THIS year’s Clare Champion Short Story Competition not only attracted its largest ever number of entries but it also saw some previous entrants scooping top prizes.
At the presentation of prizes in De Valera Library, Ennis last Thursday night, Clare Champion editor Austin Hobbs said the competition has been a huge success since its inception.
“It has been an incredible experience over a number of years and we are delighted to see huge participation in it,” he commented.
He said the competition gives young people a chance to let their imagination “run riot a bit, without having to worry about the parameters of the Leaving Cert or Junior Cert structure”.
Clare Champion managing director, John Galvin, added that over 270 young people had submitted entries, the largest number ever to enter the competition.
He complimented all who had taken the time to write a story. “After a hard day at school, not to mention homework, it’s not easy to put pen to paper.”
Mr Galvin noted the deadline for the competition had to be extended because of the stormy weather and that many of the entries then had bad weather as a theme. “You can get a subject anywhere, so keep your eyes open,” he joked.
He noted the judges had been very impressed with the standard of work.
First place in the senior category was won by Ellen Brogan of Coláiste Muire, while Sarah Flynn of Scoil Mhuire, Ennistymon scooped second.

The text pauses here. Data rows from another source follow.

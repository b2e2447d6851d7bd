"""Fits from several threads and processes at once: none aborts, none waits for ever."""

from __future__ import annotations

import multiprocessing
import os
import subprocess
import sys
import warnings
from concurrent.futures import ThreadPoolExecutor
from pathlib import Path
from typing import Any

import numpy as np
import pytest

from liverfe.fit import fit_rows
from tests.fit.decays import SIGMA_ONE, TWELVE_MS, decay, magnitudes

pytestmark = pytest.mark.slow

FIRST_CALLS = """
from concurrent.futures import ThreadPoolExecutor
from threading import Barrier
import numpy as np
from liverfe.fit import fit_rows, profile_r2star

together = Barrier(8)
times_ms = np.arange(1.0, 13.0)
signal = (50 * np.exp(-0.1 * times_ms) * np.ones((40_000, 1))).astype(np.float32)

def first_call(number):
    together.wait()
    if number % 2:
        return float(profile_r2star(signal[:50], times_ms, np.array([100.0]), np.ones(1), 1)[0, 0])
    return float(fit_rows(signal, times_ms, np.ones(1), 1).r2star_per_s[-1])

with ThreadPoolExecutor(8) as server:
    values = list(server.map(first_call, range(8)))
print(len(set(values[::2])), len(set(values[1::2])), round(values[0], 3))
"""


def noisy(n_voxels: int) -> np.ndarray:
    rng = np.random.default_rng(5)
    snr, r2star = rng.uniform(0, 120, n_voxels), rng.uniform(5, 2500, n_voxels)
    return magnitudes(decay(snr, r2star, TWELVE_MS), rng)


def rates(signal: np.ndarray) -> bytes:
    return fit_rows(signal, TWELVE_MS, SIGMA_ONE, 1).r2star_per_s.tobytes()


def send_rates(pipe: Any, signal: np.ndarray) -> None:
    with ThreadPoolExecutor(2) as server:
        pipe.send(list(server.map(rates, [signal, signal])))


def test_the_very_first_calls_may_come_from_eight_threads_of_a_server(repository: Path) -> None:
    # Kernels are then loaded or compiled while others wait for them. exp(-0.1 t) decays at 100 1/s;
    # it has no noise, so the likelihood takes off a little noise too much.
    ran = subprocess.run(
        [sys.executable, "-W", "error", "-c", FIRST_CALLS],
        cwd=repository, capture_output=True, text=True, timeout=240, check=False,
    )  # fmt: skip
    assert (ran.returncode, ran.stderr) == (0, "")
    n_fits, n_profiles, r2star = ran.stdout.split()
    assert (n_fits, n_profiles) == ("1", "1")
    assert float(r2star) == pytest.approx(100.0, rel=0.01)


@pytest.mark.skipif(not hasattr(os, "fork"), reason="this system cannot fork")
def test_a_forked_process_of_one_that_has_fitted_fits_with_threads_of_its_own() -> None:
    # A compiled parallel loop's pool of threads does not survive a fork and aborts the child.
    signal = noisy(40_000)
    here = rates(signal)
    context = multiprocessing.get_context("fork")
    receiver, sender = context.Pipe(duplex=False)
    child = context.Process(target=send_rates, args=(sender, signal))
    with warnings.catch_warnings():
        # Python 3.12 warns of any fork beside a thread, for example one of the test runner.
        warnings.simplefilter("ignore", DeprecationWarning)
        child.start()
    try:
        assert receiver.poll(60), "the forked process does not answer"
        assert receiver.recv() == [here, here]
        child.join(30)
        assert child.exitcode == 0
    finally:
        child.kill()
        child.join()
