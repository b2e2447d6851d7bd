"""Echoes that do not count, noise that varies, bounds and memory: the same for all estimators."""

from __future__ import annotations

import tracemalloc

import numpy as np
import pytest

from liverfe.fit import (
    ESTIMATORS,
    DecayRows,
    FitOutcome,
    expected_magnitude,
    fit_rows,
    magnitude_variance,
    r2star_bound_per_s,
)
from tests.fit.decays import SIGMA_ONE, TWELVE_MS, decay, fit, magnitudes

pytestmark = pytest.mark.slow

FIELDS = ("r2star_per_s", "s0", "r2star_se_per_s", "reduced_chi2", "outcome")
COMPARATORS = ESTIMATORS[1:]
NEEDS_THREE = ("offset", "autoregressive")


def some_signal(n_voxels: int, seed: int, n: int = 1) -> np.ndarray:
    rng = np.random.default_rng(seed)
    rates = np.exp(rng.uniform(np.log(15), np.log(1200), n_voxels))
    return magnitudes(decay(rng.uniform(20, 120, n_voxels), rates, TWELVE_MS), rng, n)


def assert_same(one: DecayRows, other: DecayRows, model: str) -> None:
    for name in FIELDS:
        found, wanted = getattr(one, name), getattr(other, name)
        if model == "rician-ml" and name != "outcome":
            # Ragged voxels go another way to the same maximum, whole ones in single precision.
            np.testing.assert_allclose(found, wanted, rtol=2e-3, err_msg=name)
        else:
            np.testing.assert_array_equal(found, wanted, err_msg=name)


@pytest.mark.parametrize("model", ESTIMATORS)
def test_an_echo_that_does_not_count_is_as_if_it_had_not_been_taken(model: str) -> None:
    signal = some_signal(300, seed=51)
    spoilt = signal.copy()
    spoilt[:, 3], spoilt[:, 8] = np.nan, 1e6
    usable = np.ones(signal.shape, dtype=bool)
    usable[:, [3, 8]] = False
    kept = np.flatnonzero(usable[0])
    whole = fit(signal[:, kept], TWELVE_MS[kept], model=model)
    assert (whole.outcome == FitOutcome.CONVERGED).mean() > 0.9
    assert_same(fit(spoilt, TWELVE_MS, model=model, usable=usable), whole, model)


@pytest.mark.parametrize("model", COMPARATORS)
def test_each_voxel_has_echoes_of_its_own(model: str) -> None:
    signal = some_signal(200, seed=52)
    rng = np.random.default_rng(53)
    usable = rng.random(signal.shape) < 0.7
    usable[:, 0] |= rng.random(len(signal)) < 0.5
    ragged = fit(signal, TWELVE_MS, model=model, usable=usable)
    for v in range(len(signal)):
        kept = np.flatnonzero(usable[v])
        alone = fit(signal[v, kept], TWELVE_MS[kept], model=model)
        for name in FIELDS:
            np.testing.assert_array_equal(getattr(ragged, name)[v], getattr(alone, name)[0])


@pytest.mark.parametrize("model", ESTIMATORS)
def test_fewer_echoes_than_it_needs_are_not_fitted(model: str) -> None:
    signal = np.repeat(decay(1e4, 80.0, TWELVE_MS), 4, axis=0)
    usable = np.zeros(signal.shape, dtype=bool)
    for count in range(4):
        usable[count, 1 : 1 + count] = True
    fitted = fit(signal, TWELVE_MS, model=model, usable=usable)
    needed = 3 if model in NEEDS_THREE else 2
    assert (fitted.outcome[:needed] == FitOutcome.NOT_FITTED).all()
    assert np.isnan(fitted.r2star_per_s[:needed]).all()
    assert fitted.r2star_per_s[needed:] == pytest.approx(80.0, rel=1e-3)
    # With two echoes nothing is left to hold the model against.
    assert np.isfinite(fitted.reduced_chi2).tolist() == [False, False, False, True]


@pytest.mark.parametrize("model", ESTIMATORS)
@pytest.mark.parametrize("wrong", [np.nan, np.inf, -1.0])
def test_what_is_no_magnitude_is_not_fitted(model: str, wrong: float) -> None:
    signal = some_signal(3, seed=54)
    signal[1, 6] = wrong
    fitted = fit(signal, TWELVE_MS, model=model)
    assert fitted.outcome[1] == FitOutcome.NOT_FITTED
    assert np.isnan(fitted.r2star_per_s).tolist() == [False, True, False]


@pytest.mark.parametrize("model", COMPARATORS)
def test_each_voxel_is_fitted_at_its_own_noise(model: str) -> None:
    signal = some_signal(400, seed=55)
    sigma = np.where(np.arange(400) % 2 == 0, 1.0, 3.0)
    signal *= sigma[:, None].astype(np.float32)
    mixed = fit(signal, TWELVE_MS, sigma=sigma, model=model)
    for parity in (0, 1):
        own = fit(signal[parity::2], TWELVE_MS, sigma=[1.0, 3.0][parity], model=model)
        for name in FIELDS:
            np.testing.assert_array_equal(getattr(mixed, name)[parity::2], getattr(own, name))


@pytest.mark.parametrize(
    "model", ["truncation", "predicted-truncation", "second-moment", "first-moment"]
)
def test_a_sigma_that_varies_is_not_replaced_by_its_median(model: str) -> None:
    # True decays under noise of 1 and 8 units; a median of 1 for all would read the noise floor of
    # the second half as signal and its R2* a third too low.
    rng = np.random.default_rng(56)
    sigma = np.repeat([1.0, 8.0], [600, 400])
    amplitude = decay(30.0 * sigma, 450.0, TWELVE_MS) / sigma[:, None]
    signal = magnitudes(amplitude, rng) * sigma[:, None]
    fitted = fit(signal, TWELVE_MS, sigma=sigma, model=model)
    quiet, loud = np.median(fitted.r2star_per_s[:600]), np.median(fitted.r2star_per_s[600:])
    assert loud == pytest.approx(quiet, rel=0.04)
    assert loud == pytest.approx(450.0, rel=0.08)


@pytest.mark.parametrize("model", ["first-moment", "weighted-first-moment", "second-moment"])
def test_noise_alone_has_no_signal_for_those_that_know_the_noise(model: str) -> None:
    # The stated chance of taking noise for signal: 1e-3 by all echoes, 1e-4 by the first.
    rng = np.random.default_rng(57)
    for n in (1, 64):
        fitted = fit(magnitudes(np.zeros((20_000, 12)), rng, n), TWELVE_MS, n=n, model=model)
        assert 2e-4 < (fitted.outcome != FitOutcome.NO_SIGNAL).mean() < 2e-3


@pytest.mark.parametrize("model", COMPARATORS)
@pytest.mark.parametrize("n", [1, 16, 64])
def test_bound_and_misfit_are_those_of_the_fit(model: str, n: int) -> None:
    signal = some_signal(60, seed=58, n=n)
    fitted = fit(signal, TWELVE_MS, n=n, model=model)
    good = fitted.outcome == FitOutcome.CONVERGED
    assert good.mean() > 0.8
    rate, s0 = fitted.r2star_per_s[good].astype(float), fitted.s0[good].astype(float)
    bound = r2star_bound_per_s(TWELVE_MS, rate, s0, 1.0, n=n)
    assert fitted.r2star_se_per_s[good] == pytest.approx(bound, rel=1e-4)
    a = decay(s0, rate, TWELVE_MS)
    misfit = (signal[good] - expected_magnitude(a, n)) ** 2 / magnitude_variance(a, n)
    assert fitted.reduced_chi2[good] == pytest.approx(misfit.sum(axis=1) / 10, rel=1e-4, abs=1e-6)


def test_comparison_fits_carry_misfit_and_bound_of_their_own_result() -> None:
    signal = magnitudes(decay(np.full(4000, 80), 100, TWELVE_MS), np.random.default_rng(15))
    house = fit(signal, TWELVE_MS)
    other = fit(signal, TWELVE_MS, model="first-moment")
    # Same model, nearly the same fit: the same misfit and bound as the house's, to a percent.
    assert other.reduced_chi2.mean() == pytest.approx(house.reduced_chi2.mean(), rel=0.01)
    assert np.median(other.r2star_se_per_s) == pytest.approx(
        np.median(house.r2star_se_per_s), rel=0.01
    )


def test_a_bound_too_large_to_store_is_infinite_and_silent() -> None:
    # Warnings are errors here: a huge standard error once overflowed with one.
    signal = np.array([[3.0, 0.001, 0.001, 0.001]])
    fitted = fit(signal, [1.0, 1.8, 2.6, 3.4], sigma=SIGMA_ONE * 1e3, model="least-squares")
    assert not np.isfinite(fitted.r2star_se_per_s[0])
    assert fitted.outcome[0] in set(FitOutcome)


def test_echoes_of_another_shape_are_refused() -> None:
    signal = some_signal(4, seed=59)
    with pytest.raises(ValueError, match=r"usable has shape \(4, 11\), not \(4, 12\)"):
        fit_rows(signal, TWELVE_MS, SIGMA_ONE, 1, usable=np.ones((4, 11), dtype=bool))


@pytest.mark.parametrize("model", ESTIMATORS)
def test_no_estimator_needs_as_much_memory_again_as_its_input(model: str) -> None:
    # Issue of the estimator: extra memory at most the input array, the result counted in.
    signal = np.repeat(some_signal(1000, seed=60), 150, axis=0)
    fit_rows(signal[:10], TWELVE_MS, SIGMA_ONE, 1, model=model)  # compile first
    tracemalloc.start()
    try:
        fit_rows(signal, TWELVE_MS, SIGMA_ONE, 1, model=model)
        _, peak = tracemalloc.get_traced_memory()
    finally:
        tracemalloc.stop()
    assert peak < signal.nbytes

Sarah said she had spent quite a bit of time on her entry. “It took a few weeks to get it done. When I heard about the competition, I got it finished in time.” She says her favourite author is American John Green and she really enjoyed his novels The Fault In Our Stars and Looking For Alaska.
Sarah is preparing for the Leaving Cert and is considering studying business afterwards but says she will definitely keep up writing fiction as well.
Third place in the senior category was won by Sean Hanrahan of St Joseph’s Secondary School in Spanish Point.
His story, which was written in rhyme, was done in a fairly concentrated period of time. “It took about seven or eight hours over two days,” he said.
Writing fiction in rhyme is hardly an easy task. He said the structure, rather than the plot, came first for him.
“I always intended for it to rhyme, so I suppose the structure [came first], but I wanted it to make sense as well.”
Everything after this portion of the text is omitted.